Fire Now, Fire Later: Alarm-Based Systems for Prescriptive Process Monitoring

Knowledge and Information Systems (KAIS)

Abstract

Predictive process monitoring is a family of techniques to analyze events produced during the execution of a business process in order to predict the future state or the final outcome of running process instances. Existing techniques in this field are able to predict, at each step of a process instance, the likelihood that it will lead to an undesired outcome. These techniques, however, focus on generating predictions and do not prescribe when and how process workers should intervene to decrease the cost of undesired outcomes. This paper proposes a framework for prescriptive process monitoring, which extends predictive monitoring with the ability to generate alarms that trigger interventions to prevent an undesired outcome or mitigate its effect. The framework incorporates a parameterized cost model to assess the cost-benefit trade-off of generating alarms. We show how to optimize the generation of alarms given an event log of past process executions and a set of cost model parameters.
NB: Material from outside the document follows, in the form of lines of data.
import { notPlainNumber, numberHashOne, numberHashTwo, read, readPlain } from './plain-number';

/** Distinct texts of one column of one segment, as bytes, coded in order of first appearance. */
export class ByteDictionary {
  size = 0;
  /** Two hashes of each text that stand for it where rows are compared. Those of a plain number follow from its value. */
  rowOne = new Int32Array(64);
  rowTwo = new Int32Array(64);
  /** Where each text begins in `bytes`; one more than there are texts. */
  places = new Int32Array(65);
  bytes: Uint8Array<ArrayBuffer> = new Uint8Array(1024);
  private words = new DataView(this.bytes.buffer);
  private hashes = new Int32Array(64);
  private slots = new Int32Array(128);

  /**
   * @param seed differs from file to file, so that no file can be made whose texts all collide; equal for all segments of one file
   * @param sign the decimal sign as a byte
   */
  constructor(
    private readonly seed: number,
    private readonly sign: number,
  ) {}

  clear(): void {
    if (this.size > 0) this.slots.fill(0);
    this.size = 0;
  }

  /** Code of the text in `source` from `start` to `end`; `words` is a view on the whole of `source`. */
  codeOf(source: Uint8Array, words: DataView, start: number, end: number): number {
    // Four bytes at a time, the last four once more where they do not come out even.
    const length = end - start;
    let hash = this.seed ^ length;
    if (length >= 4) {
      const last = end - 4;
      for (let at = start; at < last; at += 4) {
        hash = Math.imul(hash ^ words.getInt32(at, true), 0x9e37_79b1);
        hash ^= hash >>> 15;
      }
      hash = Math.imul(hash ^ words.getInt32(last, true), 0x85eb_ca6b);
    } else for (let at = start; at < end; at++) hash = Math.imul(hash ^ source[at], 0x0100_0193);
    // The low bits of a multiplication know little of the high ones.
    hash ^= hash >>> 15;
    const { slots, hashes, places } = this;
    const mask = slots.length - 1;
    let slot = hash & mask;
    for (;;) {
      const code = slots[slot] - 1;
      if (code < 0) return this.add(source, start, end, hash, slot);
      if (hashes[code] === hash && places[code + 1] - places[code] === length && this.equals(code, source, words, start, end))
        return code;
      slot = (slot + 1) & mask;
    }
  }

  private equals(code: number, source: Uint8Array, words: DataView, start: number, end: number): boolean {
    let place = this.places[code];
    let at = start;
    if (end - start >= 4) {
      for (; at < end - 4; at += 4, place += 4) if (words.getInt32(at, true) !== this.words.getInt32(place, true)) return false;
      return words.getInt32(end - 4, true) === this.words.getInt32(this.places[code + 1] - 4, true);
    }
    for (; at < end; at++, place++) if (source[at] !== this.bytes[place]) return false;
    return true;
  }

  text(code: number): string {
    const { bytes, places } = this;
    return Buffer.from(bytes.buffer, bytes.byteOffset + places[code], places[code + 1] - places[code]).toString('utf8');
  }

  texts(): string[] {
    return Array.from({ length: this.size }, (_, code) => this.text(code));
  }

  private add(source: Uint8Array, start: number, end: number, hash: number, slot: number): number {
    const code = this.size++;
    const from = code === 0 ? 0 : this.places[code];
    const length = end - start;
    if (from + length > this.bytes.length) {
      const longer = new Uint8Array(Math.max(from + length, this.bytes.length * 2));
      longer.set(this.bytes.subarray(0, from));
      this.bytes = longer;
      this.words = new DataView(longer.buffer);
    }
    let second = this.seed ^ 0x1b87_3593;
    for (let at = 0; at < length; at++) {
      const byte = source[start + at];
      this.bytes[from + at] = byte;
      second = Math.imul(second ^ byte, 0x85eb_ca6b);
      second ^= second >>> 13;
    }
    this.places[0] = 0;
    this.places[code + 1] = from + length;
    this.hashes[code] = hash;
    this.slots[slot] = code + 1;
    const decimals = readPlain(source, start, end, this.sign);
    this.rowOne[code] = decimals === notPlainNumber ? hash : numberHashOne(read[0], decimals);
    this.rowTwo[code] = decimals === notPlainNumber ? second : numberHashTwo(read[0], decimals);
    if (this.size === this.hashes.length) this.grow();
    return code;
  }

  private grow(): void {
    const count = this.hashes.length * 2;
    this.hashes = longer(this.hashes, count);
    this.rowOne = longer(this.rowOne, count);
    this.rowTwo = longer(this.rowTwo, count);
    this.places = longer(this.places, count + 1);
    this.slots = new Int32Array(count * 2);
    const mask = this.slots.length - 1;
    for (let code = 0; code < this.size; code++) {
      let slot = this.hashes[code] & mask;
      while (this.slots[slot] !== 0) slot = (slot + 1) & mask;
      this.slots[slot] = code + 1;
    }
  }
}

function longer(array: Int32Array<ArrayBuffer>, length: number): Int32Array<ArrayBuffer> {
  const result = new Int32Array(length);
  result.set(array);
  return result;
}
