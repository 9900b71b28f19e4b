import PgBoss from 'pg-boss';
import type { Sequelize, Transaction } from 'sequelize';
import type { Log } from '../logging/log';

/**
 * pg-boss as the application's role: its tables and queues were made by a migration, so it may neither migrate nor keep schedules.
 */
export async function openQueue(url: string, log: Log): Promise<PgBoss> {
  const boss = new PgBoss({
    connectionString: url,
    application_name: 'tallystone-queue',
    max: 3,
    migrate: false,
    schedule: false,
    supervise: true,
  });
  boss.on('error', (error) => log.warn({ err: error }, 'the queue met an error'));
  await boss.start();
  return boss;
}

/** Lets pg-boss write within a transaction of ours: a job and the row it is about are there both or not at all. */
export function within(sequelize: Sequelize, tx: Transaction): PgBoss.Db {
  return {
    executeSql: async (text, values) => {
      const [rows] = await sequelize.query(text, {
        bind: values.map((value: unknown) => (value === undefined ? null : value)),
        transaction: tx,
      });
      return { rows: Array.isArray(rows) ? rows : [] };
    },
  };
}
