# Fine classes of invented values by base R: quantiles of type 7, the classes that cut() makes of given edges, closed at either side, their WOE and
# information value, and between which two values the fine classes of libs/numeric must be parted. Debian's r-base-core.
#
#   Rscript tests/reference/generators/fine_classes.R > tests/reference/expected/fine_classes.json
options(digits = 17)
RNGkind("Mersenne-Twister", "Inversion", "Rejection")
set.seed(20261202)

number <- function(x) paste0("[", paste(formatC(x, digits = 17, format = "g", width = 1), collapse = ","), "]")
probabilities <- c(0, 0.01, 0.05, 0.1, 0.25, 0.5, 0.75, 0.9, 0.95, 0.99, 1)

samples <- list(
  `two decimals` = round(rlnorm(400, 3, 1), 2),
  `many ties` = as.numeric(rpois(500, 3)),
  `below and above zero` = round(rnorm(300, 0, 250), 1),
  `one value` = rep(7, 20),
  `fewer values than classes` = sample(c(1.5, 2.5, 10), 60, replace = TRUE)
)

# Where runs of equal values start, in rows from 0: the first has nothing below it.
starts_of <- function(x) {
  runs <- rle(sort(x))
  list(start = cumsum(c(0, runs$lengths))[seq_along(runs$values)][-1], below = runs$values[-length(runs$values)], value = runs$values[-1])
}

# The run whose start is nearest to each quantile k n / classes; of two equally near ones the later.
parted <- function(x, classes) {
  runs <- starts_of(x)
  if (length(runs$start) == 0) return(list(below = numeric(0), value = numeric(0)))
  if (length(runs$start) < classes) return(runs)
  nearest <- sapply(seq_len(classes - 1), function(k) {
    away <- abs(runs$start - length(x) * k / classes)
    max(which(away == min(away)))
  })
  nearest <- unique(nearest)
  list(below = runs$below[nearest], value = runs$value[nearest])
}

one <- function(name, x) {
  bad <- rbinom(length(x), 1, plogis(-1 + 0.4 * as.numeric(scale(rank(x) + (length(unique(x)) == 1) * seq_along(x)))))
  edges <- unique(as.numeric(quantile(x, c(0.2, 0.4, 0.6, 0.8), type = 7)))
  table_of <- function(right) {
    # Outermost edges are infinite, so that every value has a class.
    class <- cut(x, c(-Inf, edges, Inf), right = right)
    goods <- as.numeric(table(class[bad == 0]))
    bads <- as.numeric(table(class[bad == 1]))
    smoothing <- if (any((goods == 0 | bads == 0) & goods + bads > 0)) 0.5 else 0
    kept <- goods + bads > 0
    g <- (goods[kept] + smoothing) / (sum(goods) + smoothing * sum(kept))
    b <- (bads[kept] + smoothing) / (sum(bads) + smoothing * sum(kept))
    woe <- rep(0, length(goods))
    woe[kept] <- log(g / b)
    sprintf('{"goods":%s,"bads":%s,"woe":%s,"informationValue":%s}', number(goods), number(bads), number(woe),
            formatC(sum((g - b) * log(g / b)), digits = 17, format = "g"))
  }
  classes <- sapply(c(2, 5, 20, 100), function(count) {
    found <- parted(x, count)
    sprintf('{"count":%d,"below":%s,"value":%s}', count, number(found$below), number(found$value))
  })
  sprintf('{"name":"%s","values":%s,"bad":%s,"quantiles":%s,"edges":%s,"left":%s,"right":%s,"fine":[%s]}', name, number(x), number(bad),
          number(quantile(x, probabilities, type = 7)), number(edges), table_of(FALSE), table_of(TRUE), paste(classes, collapse = ","))
}

# An empty vector is an empty list.
text <- paste(mapply(one, names(samples), samples), collapse = ",\n")
cat(sprintf('{"source":"%s, base: quantile(type = 7), cut, table","probabilities":%s,"samples":[\n%s\n]}\n', R.version.string, number(probabilities), gsub("\\[\\s*\\]", "[]", text)))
The proposed approaches are empirically evaluated using a range of real-life event logs. The experimental results show that the net cost of undesired outcomes can be minimized by changing the threshold for generating alarms, as the process instance progresses. Moreover, introducing delays for triggering alarms, instead of triggering them as soon as the probability of an undesired outcome exceeds a threshold, leads to lower net costs.